Nonlinear aeroelastic stability analysis of a two-stage axially moving telescopic wing by using fully intrinsic equations

Abstract

During the process of span extension for an aircraft wing equipped with a telescopic morphing mechanism, the wing aspect ratio increases, and hence, the geometrical nonlinearities might become more significant. In this regard, this paper aims to investigate the effect of structural nonlinearity on the aeroelasticity of span morphing wings using the exact fully intrinsic equations for the first time. Furthermore, the effects of various parameters such as thrust force, engine location, chord size, flight altitude, initial angle of attack, and overlapping mass on the aeroelasticity of the wing are studied.
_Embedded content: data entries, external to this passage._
def cantera_reaction_props(gas, nu, T):
    """ln K (1 bar), dH, dS, dG at T from Cantera standard-state properties."""
    gas.TP = T, P_STD_PA
    idx = {n: gas.species_index(n) for n in nu}
    g_rt = gas.standard_gibbs_RT
    h_rt = gas.standard_enthalpies_RT
    s_r = gas.standard_entropies_R
    ln_k_pref = -sum(v * g_rt[idx[n]] for n, v in nu.items())
    dnu = sum(nu.values())
    # Correction to 1 bar derived in the module docstring; zero here because
    # cantera_species() sets p_ref = 1 bar.
    ln_k = ln_k_pref + dnu * math.log(gas.reference_pressure / P_STD_PA)
    dh = sum(v * h_rt[idx[n]] for n, v in nu.items()) * R * T
    ds = sum(v * s_r[idx[n]] for n, v in nu.items()) * R
    return float(ln_k), float(dh), float(ds), float(-R * T * ln_k)


def check_data_file(tally, species_toml):
    """eqwatch's built-in data must be the polynomials Cantera uses here."""
    # Read the raw file: Cantera's re-serialised input_data would turn a
    # single-range species (Ar, He) into two identical ranges.
    raw = None
    for d in ct.get_data_directories():
        path = Path(d) / "nasa_gas.yaml"
        if path.is_file():
            raw = YAML(typ="safe", pure=True).load(path.read_text())
            break
    all_sp = {sp["name"]: sp for sp in raw["species"]}
    bad = []
    for name, sp in species_toml.items():
        th = all_sp[CANTERA_NAME.get(name, name)]["thermo"]
        mine = [(b["t_min_k"], b["t_max_k"], b["coefficients"]) for b in sp["nasa7"]]
        tr = [float(t) for t in th["temperature-ranges"]]
        theirs = [(tr[i], tr[i + 1], [float(c) for c in d]) for i, d in enumerate(th["data"])]
        if mine != theirs:
            bad.append(name)
    tally.check("data/species.toml == nasa_gas.yaml", not bad,
                f"{len(species_toml)} species compared coefficient by coefficient (exact)"
                + (f"; differing: {bad}" if bad else ""))
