fn published() -> Vec<Published> {
    let exp_form = |b: f64, c: f64| Poly6 {
        a: 0.0,
        b,
        c,
        d: 0.0,
        e: 0.0,
        f: 0.0,
    };
    vec![
        Published {
            id: KSourceId::Moe1962,
            equation: "CO + H2O = CO2 + H2",
            poly: exp_form(4577.8, -4.33),
            standard: StandardPressure::Bar,
            // Validity is not stated with the formula as we hold it; the span of
            // shift converters (LTS to HTS) is used [common practice].
            valid: (400.0, 1000.0),
            note: "validity 400-1000 K assumed (shift converters, common practice)",
        },
        Published {
            id: KSourceId::XuFroment1989,
            equation: "CO + H2O = CO2 + H2",
            poly: exp_form(4400.0, -4.036),
            standard: StandardPressure::Bar,
            valid: (400.0, 1300.0),
            note: "validity 400-1300 K assumed (reformer and shift service, common practice)",
        },
        Published {
            id: KSourceId::XuFroment1989,
            equation: "CH4 + H2O = CO + 3 H2",
            poly: exp_form(-26830.0, 30.114),
            standard: StandardPressure::Bar,
            valid: (600.0, 1300.0),
            note: "K in bar^2; validity 600-1300 K assumed (reformer service, common practice)",
        },
        Published {
            id: KSourceId::XuFroment1989,
            // Product of the two above (K3 = K1 K2), as Xu & Froment use it.
            equation: "CH4 + 2 H2O = CO2 + 4 H2",
            poly: exp_form(-26830.0 + 4400.0, 30.114 - 4.036),
            standard: StandardPressure::Bar,
            valid: (600.0, 1300.0),
            note: "K in bar^2, product of reforming and shift; validity 600-1300 K assumed",
        },
        Published {
            id: KSourceId::GillespieBeattie1930,
            equation: "0.5 N2 + 1.5 H2 = NH3",
            // The T² coefficient is 1.848863e-7 (an e-5 misprint circulates).
            poly: log10_poly(-2.691122, 2001.6, 2.6899, -5.519265e-5, 1.848863e-7),
            standard: StandardPressure::Atm,
            // Fitted to Larson-Dodge data at 325-500 degC (from memory); flagged outside.
            valid: (598.15, 773.15),
            note: "K in atm^-1 on fugacities, converted to 1 bar; validity 325-500 degC (from memory)",
        },
        Published {
            id: KSourceId::Graaf1986,
            equation: "CO2 + 3 H2 = CH3OH + H2O",
            poly: log10_poly(0.0, 3066.0, -10.592, 0.0, 0.0),
            standard: StandardPressure::Bar,
            // Methanol synthesis conditions of the study, 473-548 K (from memory).
            valid: (450.0, 600.0),
            note: "K in bar^-2; validity about 450-600 K (from memory)",
        },
        Published {
            id: KSourceId::Graaf1986,
            equation: "CO + 2 H2 = CH3OH",
            poly: log10_poly(0.0, 5139.0, -12.621, 0.0, 0.0),
            standard: StandardPressure::Bar,
            valid: (450.0, 600.0),
            note: "K in bar^-2; validity about 450-600 K (from memory)",
        },
    ]
}

/// If `r` is `scale` times `base` (same species, proportional coefficients), the scale.
fn proportional(r: &Reaction, base: &Reaction) -> Option<f64> {
    if r.species.len() != base.species.len() {
        return None;
    }
    let i0 = r.species.iter().position(|s| *s == base.species[0])?;
    let scale = r.nu[i0] / base.nu[0];
    for (s, nu) in base.species.iter().zip(&base.nu) {
        let i = r.species.iter().position(|x| x == s)?;
        if (r.nu[i] - scale * nu).abs() > 1e-9 * nu.abs().max(1.0) {
            return None;
        }
    }
    Some(scale)
}

impl KModel {
    /// K from species data: ΔG°(T) = Σ ν_i G°_i(T), exact polynomial integrals.
    pub fn from_species(reaction: &Reaction, db: &SpeciesDb) -> Result<Self, KSourceError> {
        // Union of every species' range boundaries: the segments.
        let mut bounds: Vec<f64> = Vec::new();
        let mut valid_min = f64::NEG_INFINITY;
        let mut valid_max = f64::INFINITY;
        for &s in &reaction.species {
            let sp = db.get(s);
            if sp.ranges.is_empty() {
                return Err(KSourceError::NoData {
                    species: sp.name.clone(),
                });
            }
            valid_min = valid_min.max(sp.t_min_k());
            valid_max = valid_max.min(sp.t_max_k());
            for r in &sp.ranges {
                bounds.push(r.t_max_k);
            }
        }
        bounds.sort_by(f64::total_cmp);
        bounds.dedup_by(|a, b| (*a - *b).abs() < 1e-9);
        // The last segment extends (extrapolates) beyond the highest bound.
        if let Some(last) = bounds.last_mut() {
            *last = f64::INFINITY;
        }
        let mut segments = Vec::with_capacity(bounds.len());
        let mut lo = 0.0;
        for &hi in &bounds {
            // A temperature strictly inside (lo, hi) picks each species' range.
            let probe = if hi.is_finite() {
                0.5 * (lo + hi)
            } else {
                lo + 1.0
            };
            let mut c = [0.0; 9];
            for (&s, &nu) in reaction.species.iter().zip(&reaction.nu) {
                let rc = db.get(s).range_at(probe).c;
                for k in 0..9 {
                    c[k] += nu * rc[k];
                }
            }
            segments.push(Segment { t_max_k: hi, c });
            lo = hi;
        }
        let sources: Vec<&str> = {
            let mut v: Vec<&str> = reaction
                .species
                .iter()
                .map(|&s| db.get(s).source.as_str())
                .collect();
            v.sort_unstable();
            v.dedup();
            v
        };
        Ok(Self {
            id: KSourceId::SpeciesData,
            form: Form::Species { segments },
            valid_min_k: valid_min,
            valid_max_k: valid_max,
            search_min_k: valid_min,
            search_max_k: valid_max,
            citation: sources.join("; "),
        })
    }

    /// K from a named correlation, for `reaction` if the correlation describes it
    /// (any multiple or the reverse of its equation).
    pub fn from_correlation(
        id: KSourceId,
        reaction: &Reaction,
        db: &SpeciesDb,
    ) -> Result<Self, KSourceError> {
        if id == KSourceId::SpeciesData {
            return Self::from_species(reaction, db);
        }
        if id == KSourceId::UserPolynomial {
            return Err(KSourceError::BadPolynomial(
                "give the coefficients (a user polynomial is built with KModel::from_user_polynomial)".into(),
            ));
        }
        let table = published();
        let mut covers = Vec::new();
        for p in table.iter().filter(|p| p.id == id) {
            covers.push(p.equation);
            // The table's equations use built-in species names; a user file that
            // removes one of them simply makes the correlation unusable.
            let Ok(base) = parse_reaction(p.equation, db) else {
                continue;
            };
            if let Some(scale) = proportional(reaction, &base) {
                return Ok(Self::correlation(
                    id,
                    p.poly,
                    p.standard,
                    base.delta_nu(),
                    scale,
                    p.valid,
                    p.note,
                ));
            }
        }
        Err(KSourceError::WrongReaction {
            id: id.as_str(),
            reaction: reaction.canonical(),
            covers: covers.join("; "),
        })
    }

    /// K from a user polynomial (its own equation must match `reaction` up to a multiple).
    pub fn from_user_polynomial(
        p: &UserPolynomial,
        reaction: &Reaction,
        db: &SpeciesDb,
    ) -> Result<Self, KSourceError> {
        let base = parse_reaction(&p.reaction, db)
            .map_err(|e| KSourceError::BadPolynomial(e.to_string()))?;
        let coeffs = [p.a, p.b, p.c, p.d, p.e, p.f];
        if coeffs.iter().any(|c| !c.is_finite()) {
            return Err(KSourceError::BadPolynomial(
                "coefficients must be finite numbers".into(),
            ));
        }
        if !(p.t_min_k > 0.0 && p.t_max_k > p.t_min_k) {
            return Err(KSourceError::BadPolynomial(
                "t_min_k < t_max_k, both in K, are needed".into(),
            ));
        }
        let scale = proportional(reaction, &base).ok_or_else(|| KSourceError::WrongReaction {
            id: KSourceId::UserPolynomial.as_str(),
            reaction: reaction.canonical(),
            covers: base.canonical(),
        })?;
        let poly = Poly6 {
            a: p.a,
            b: p.b,
            c: p.c,
            d: p.d,
            e: p.e,
            f: p.f,
        };
        Ok(Self::correlation(
            KSourceId::UserPolynomial,
            poly,
            p.standard,
            base.delta_nu(),
            scale,
            (p.t_min_k, p.t_max_k),
            "user polynomial",
        ))
    }

    fn correlation(
        id: KSourceId,
        poly: Poly6,
        standard: StandardPressure,
        delta_nu: f64,
        scale: f64,
        valid: (f64, f64),
        note: &str,
    ) -> Self {
        let mut poly = poly;
        if standard == StandardPressure::Atm {
            // K_bar = K_atm · 1.01325^Δν (see module docs).
            poly.c += delta_nu * STANDARD_ATMOSPHERE_BAR.ln();
        }
        Self {
            id,
            form: Form::Correlation {
                poly: poly.scaled(scale),
            },
            valid_min_k: valid.0,
            valid_max_k: valid.1,
            search_min_k: 200.0,
            search_max_k: 2500.0,
            citation: format!("{} ({note})", id.citation()),
        }
    }

    pub fn id(&self) -> KSourceId {
        self.id
    }

    pub fn citation(&self) -> &str {
        &self.citation
    }

    /// Temperatures over which the data or correlation hold.
    pub fn valid_range_k(&self) -> (f64, f64) {
        (self.valid_min_k, self.valid_max_k)
    }

    /// Where an equilibrium-temperature search may look.
    pub fn search_range_k(&self) -> (f64, f64) {
        (self.search_min_k, self.search_max_k)
    }

    pub fn in_range(&self, t: f64) -> bool {
        t >= self.valid_min_k && t <= self.valid_max_k
    }

    #[inline]
    fn segment(&self, segments: &[Segment], t: f64) -> [f64; 9] {
        for s in segments {
            if t <= s.t_max_k {
                return s.c;
            }
        }
        segments[segments.len() - 1].c
    }

    /// ln K at `t` kelvin (1 bar standard state, dimensionless K).
    #[inline]
    pub fn ln_k(&self, t: f64) -> f64 {
        let ln_t = t.ln();
        match &self.form {
            Form::Species { segments } => -g_rt(&self.segment(segments, t), t, ln_t),
            Form::Correlation { poly } => poly.ln_k(t, ln_t),
        }
    }

    /// d ln K / dT = ΔH°/(R T²), per kelvin.
    #[inline]
    pub fn d_ln_k_dt(&self, t: f64) -> f64 {
        match &self.form {
            Form::Species { segments } => h_rt(&self.segment(segments, t), t, t.ln()) / t,
            Form::Correlation { poly } => poly.d_ln_k_dt(t),
        }
    }

    /// ln K and d ln K/dT together (one segment look-up, one logarithm).
    #[inline]
    pub fn ln_k_and_slope(&self, t: f64) -> (f64, f64) {
        let ln_t = t.ln();
        match &self.form {
            Form::Species { segments } => {
                let c = self.segment(segments, t);
                let h = h_rt(&c, t, ln_t);
                (-(h - s_r(&c, t, ln_t)), h / t)
            }
            Form::Correlation { poly } => (poly.ln_k(t, ln_t), poly.d_ln_k_dt(t)),
        }
    }

    /// Standard reaction properties at `t`.
    pub fn properties(&self, t: f64) -> ReactionProperties {
        let (ln_k, slope) = self.ln_k_and_slope(t);
        let delta_g = -R_J_PER_MOL_K * t * ln_k;
        let delta_h = R_J_PER_MOL_K * t * t * slope;
        ReactionProperties {
            ln_k,
            delta_g_j_per_mol: delta_g,
            delta_h_j_per_mol: delta_h,
            delta_s_j_per_mol_k: (delta_h - delta_g) / t,
            d_ln_k_dt_per_k: slope,
        }
    }
}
The applied aerodynamic loads in an incompressible flow regime are determined using Peters’ unsteady aerodynamic model. In order to check the stability of the system, first the resulting nonlinear partial differential equations are discretized by using the central finite difference method and then linearized about the static equilibrium. Finally, by obtaining the eigenvalues of the linearized system, the stability of the wing is evaluated. It is observed that by using the fully intrinsic equations, the instability of the axially moving telescopic wing can be determined more accurately. Moreover, the results show that the morphing length and overlapping mass have significant effects on the aeroelastic stability of the telescopic wing.